La jornada de protesta dispuesta ayer en todo el país por la CTERA en defensa de la educación pública, se reflejó en Santa Cruz con un paro de actividades promovido por el principal gremio de los maestros estatales, ADOSAC, cuya dirigencia volverá a mantener hoy en Río Gallegos otro congreso provincial para definir la continuidad del plan de lucha.
En Río Gallegos, la manifestación de ADOSAC tuvo lugar en horas de la tarde y llegó hasta la Casa de Gobierno y la Legislatura, siendo engrosada por otros sectores sindicales nucleados en la denominada Mesa de Unidad Sindical.
Los maestros santacruceños no reciben incremento salarial desde hace casi dos años y reclaman un básico mínimo de 2.400 pesos (actualmente es de 1.600) para que el sueldo de bolsillo (al que se le incorporan título, zona y otros ítems) pueda llegar a los 7.000 pesos.
En ese contexto, se consideran rehenes de una feroz interna política que subsiste en el oficialismo, ya que mientras el gobernador Daniel Peralta les prometió -a través de una mesa de paritarias- incrementar los salarios en un 25 %, el mismo está condicionado a que la Legislatura le apruebe un paquete de medidas económicas, algo que la mayoría de los diputados ya lo rechazaron por adelantado.
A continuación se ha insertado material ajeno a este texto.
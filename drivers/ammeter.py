"""SCPI picoammeter driver: configure (function, range or auto-range, NPLC, line frequency,
input shorting and zero correction off), read back the configuration, read one value or a
burst. The SCPI special values become flagged readings (``value`` NaN), never numbers."""
from __future__ import annotations

import math
from typing import List, Optional

from .clock import Clock, WallClock
from .dialect import Dialect, load_dialect
from .errors import ArmRefused, DriverError
from .roles import Ammeter, CurrentReading, Identity
from .scpi import (ESR_ERRORS, drain_errors, parse_bool, parse_identity, parse_int,
                   parse_number, special_flag)


class ScpiAmmeter(Ammeter):
    def __init__(self, transport, dialect: Dialect | str = "generic-scpi-picoammeter",
                 name: str = "ammeter", clock: Optional[Clock] = None,
                 expected_model: Optional[str] = None, expected_serial: Optional[str] = None):
        self.transport = transport
        self.dialect = load_dialect(dialect, "ammeter")
        self.name = name
        self.clock = clock or WallClock()
        self.expected_model = expected_model
        self.expected_serial = expected_serial
        self.where = f"{name} ({getattr(transport, 'resource', '?')})"
        self._wanted: Optional[dict] = None
        self._range: float = math.nan
        self._auto_range_seen: float = math.nan   # last range seen in auto-range mode

    def _q(self, key: str) -> str:
        if not self.transport.trusted:
            self.transport.resync()
        return self.transport.query(self.dialect.command(key))

    def identify(self) -> Identity:
        if not self.transport.trusted:
            self.transport.resync()
        return parse_identity(self.where, self.transport.query("*IDN?"))

    def configure(self, range_a: Optional[float] = None, nplc: float = 1.0,
                  line_hz: float = 50.0) -> None:
        """Current function; ``range_a`` None = auto-range, else the smallest dialect range
        that holds it; integration ``nplc`` power-line cycles at ``line_hz``."""
        d = self.dialect
        lo, hi = d.number("nplc.min"), d.number("nplc.max")
        if not (lo <= nplc <= hi):
            raise DriverError(self.where, f"NPLC {nplc:g} outside the instrument's {lo:g}..{hi:g}")
        allowed_hz = d.get("line_hz") or [50.0, 60.0]
        if line_hz not in allowed_hz:
            raise DriverError(self.where, f"line frequency {line_hz:g} Hz not one of {allowed_hz}")
        full = None
        if range_a is not None:
            fits = sorted(r for r in d.get("ranges_a") if r >= abs(range_a))
            if not fits:
                raise DriverError(self.where, f"no range holds {range_a:g} A "
                                              f"(largest {max(d.get('ranges_a')):g} A)")
            full = float(fits[0])
        if not self.transport.trusted:
            self.transport.resync()
        w = self.transport.write
        w(d.command("clear_status"))
        w(d.command("set_function"))
        if full is None:
            w(d.command("set_autorange", on=1))
        else:
            w(d.command("set_autorange", on=0))
            w(d.command("set_range", amps=full))
        w(d.command("set_nplc", nplc=float(nplc)))
        if d.has("set_line_frequency"):
            w(d.command("set_line_frequency", hz=float(line_hz)))
        for key in ("input_short_off", "zero_correct_off"):
            if d.has(key):
                w(d.command(key))
        esr = parse_int(self.where, self.transport.query(d.command("event_status")))
        if esr & ESR_ERRORS:
            errors, _ = drain_errors(self.transport, self.where, d.command("error_query"),
                                     int(d.get("error_queue_cap", 32)))
            raise DriverError(self.where, f"configuration rejected (*ESR? = {esr}; queue {errors})")
        self._wanted = {"range_a": full, "nplc": float(nplc), "line_hz": float(line_hz)}
        self._range = full if full is not None else math.nan

    def verify_config(self) -> dict:
        """Read the configuration back; raise ``ArmRefused`` on any difference."""
        if self._wanted is None:
            raise ArmRefused(self.where, "ammeter not configured")
        d = self.dialect
        got = {"function": self._q("get_function").strip()}
        problems = []
        if got["function"] not in d.get("function_replies"):
            problems.append(f"function is {got['function']!r}")
        got["auto"] = parse_bool(self.where, self._q("get_autorange"))
        got["range_a"] = parse_number(self.where, self._q("get_range"))
        want = self._wanted
        if want["range_a"] is None and not got["auto"]:
            problems.append("auto-range is off")
        if want["range_a"] is not None:
            if got["auto"]:
                problems.append("auto-range is on")
            if not math.isclose(got["range_a"], want["range_a"], rel_tol=1e-6):
                problems.append(f"range is {got['range_a']:g} A, wanted {want['range_a']:g} A")
        got["nplc"] = parse_number(self.where, self._q("get_nplc"))
        if not math.isclose(got["nplc"], want["nplc"], rel_tol=d.number("readback.rel", 1e-3)):
            problems.append(f"NPLC is {got['nplc']:g}, wanted {want['nplc']:g}")
        if d.has("get_line_frequency"):
            got["line_hz"] = parse_number(self.where, self._q("get_line_frequency"))
            if got["line_hz"] != want["line_hz"]:
                problems.append(f"line frequency is {got['line_hz']:g} Hz")
        for key, label in (("get_input_short", "input shorting"), ("get_zero_correct", "zero correction")):
            if d.has(key):
                got[label] = parse_bool(self.where, self._q(key))
                if got[label]:
                    problems.append(f"{label} is on")
        if problems:
            raise ArmRefused(self.where, "configuration readback: " + "; ".join(problems))
        if not got["auto"]:
            self._range = got["range_a"]
        return got

    def _reading(self, reply: str) -> CurrentReading:
        t = self.clock.now()
        try:
            x = parse_number(self.where, reply)
        except DriverError:
            self.transport.trusted = False     # maybe a late reply: resync before the next
            raise
        flag = special_flag(x)
        rng = self._range
        if math.isnan(rng) and self._wanted is not None and self._wanted["range_a"] is None:
            try:
                rng = parse_number(self.where, self.transport.query(self.dialect.command("get_range")))
            except DriverError:
                rng = math.nan
            # In auto-range the range is asked *after* the reading, so an overload that
            # made the instrument range up would be pinned on the new, larger range (and
            # look like a current far above it). The reading was taken on the range in
            # force before: an overload says only "above that range".
            before = self._auto_range_seen
            if flag and math.isfinite(before) and (math.isnan(rng) or before < rng):
                rng = before
            elif math.isfinite(rng):
                self._auto_range_seen = rng
        if not flag and math.isfinite(rng) and rng > 0 and abs(x) > self.IMPLAUSIBLE_OVER_RANGE * rng:
            # A number the instrument cannot have measured on this range (it would have
            # answered +/-9.9E37): most likely a truncated reply ("5.17E-09" cut to
            # "5.17"). It is no current at all, so it is flagged, never used.
            flag = "invalid"
        return CurrentReading(value=math.nan if flag else x, range_a=rng, flag=flag, t=t)

    #: a reading above this multiple of its range cannot be a measurement (over-range is
    #: reported as the SCPI overflow value; instruments read a few % over range at most)
    IMPLAUSIBLE_OVER_RANGE = 2.0

    #: extra readings taken after an auto-range overload below the top range
    AUTO_RANGE_REREADS = 2

    def read(self) -> CurrentReading:
        """One reading. In auto-range an overload below the top range is the instrument
        ranging up (a current rising through a range boundary), not necessarily an arc:
        the reading is repeated, at most ``AUTO_RANGE_REREADS`` times, on the range the
        instrument moved to. An overload that persists, or one on the top range, is
        returned flagged."""
        r = self._reading(self._q("read"))
        auto = self._wanted is not None and self._wanted["range_a"] is None
        if not auto:
            return r
        top = max(self.dialect.get("ranges_a") or [math.inf])
        for _ in range(self.AUTO_RANGE_REREADS):
            if r.flag not in ("overflow", "overflow-negative") or not r.range_a < top:
                break
            r = self._reading(self._q("read"))
        return r

    def read_burst(self, n: int) -> List[CurrentReading]:
        if not isinstance(n, int) or n < 1:
            raise DriverError(self.where, f"burst length {n!r} must be a positive integer")
        return [self.read() for _ in range(n)]

    def abort(self) -> None:
        self.transport.abort()

    def close(self) -> None:
        self.transport.close()
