"""SCPI high-voltage supply driver: strict ``arm()``, write-on-change setpoints, and a
``safe_off()`` that escalates until the output is confirmed off or says it could not.

Safety rules kept here (and tested in tests/test_drivers_supply.py):

* ``arm()`` refuses on any mismatch, in this order: output found on or voltage not near
  zero; ``*IDN?`` model/serial not the rig's; then ``*CLS``; 0 V, current limit and
  over-voltage limit programmed and each read back within the dialect's tolerance; the
  error queue drained (bounded); the communication timeout programmed where the supply
  has one; only then output on, confirmed, with the voltage still near zero.
* ``*RST`` is never sent (it would drop the protection settings of a live run).
* every safety-relevant write is followed by ``*ESR?`` (one send with the write) or a
  readback of the setting.
* ``safe_off()`` is single-flight and idempotent and sets the per-instrument latch first
  (``drivers.latch``): no energising command passes until a new ``arm()``.
"""
from __future__ import annotations

import math
import time
from typing import Callable, List, Optional, Tuple

from . import hooks as _hooks
from . import latch as _latch
from .clock import Clock, WallClock
from .dialect import Dialect, load_dialect, quantize
from .errors import (ArmRefused, DriverError, IdentityMismatch, LatchedOff,
                     UnsafeStateError)
from .roles import ArmReport, Identity, SafeOffReport, Supply, SupplyState
from .scpi import (ESR_ERRORS, drain_errors, parse_bool, parse_identity, parse_int,
                   parse_number, special_flag)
Por si esto fuera poco, en Santa Cruz aún no comenzaron las clases en las escuelas de nivel secundario dado que por problemas en la titularización de cargos (devenidos de la aplicación de la nueva ley educativa) el Consejo Provincial de Educación pospuso la fecha de inicio hasta el 18 de marzo.
FALTAN MAESTROS
En la protesta realizada en Caleta Olivia, Mazo señaló que ya es notoria la falta de maestros para completar cargos vacantes dado que muchos de ellos retornaron hacia sus provincias de origen debido a los bajos sueldos que perciben en Santa Cruz, una realidad muy diferente a lo que sucedía hace ya varios años.
El secretario general de la filial local también leyó un documento a través del cual se señala que “hoy la lucha docente es una sola y en cada rincón de nuestro país flamean las pancartas y suenan los bombos en defensa de la escuela pública gratuita”.
“Es una defensa que engloba las condiciones laborales, los salarios, la infraestructura escolar, el número de alumnos por aula, el reclamo por el material didáctico y la igualdad de oportunidades”, se añade.
Finalmente el gremio dejó constancia de que “en lo político, no somos una porción en la interna partidaria entre el Justicialismo y el Frente para la Victoria. Somos trabajadores que no queremos educar para el sometimiento, sino trabajadores que reclamamos una recomposición salarial digna”.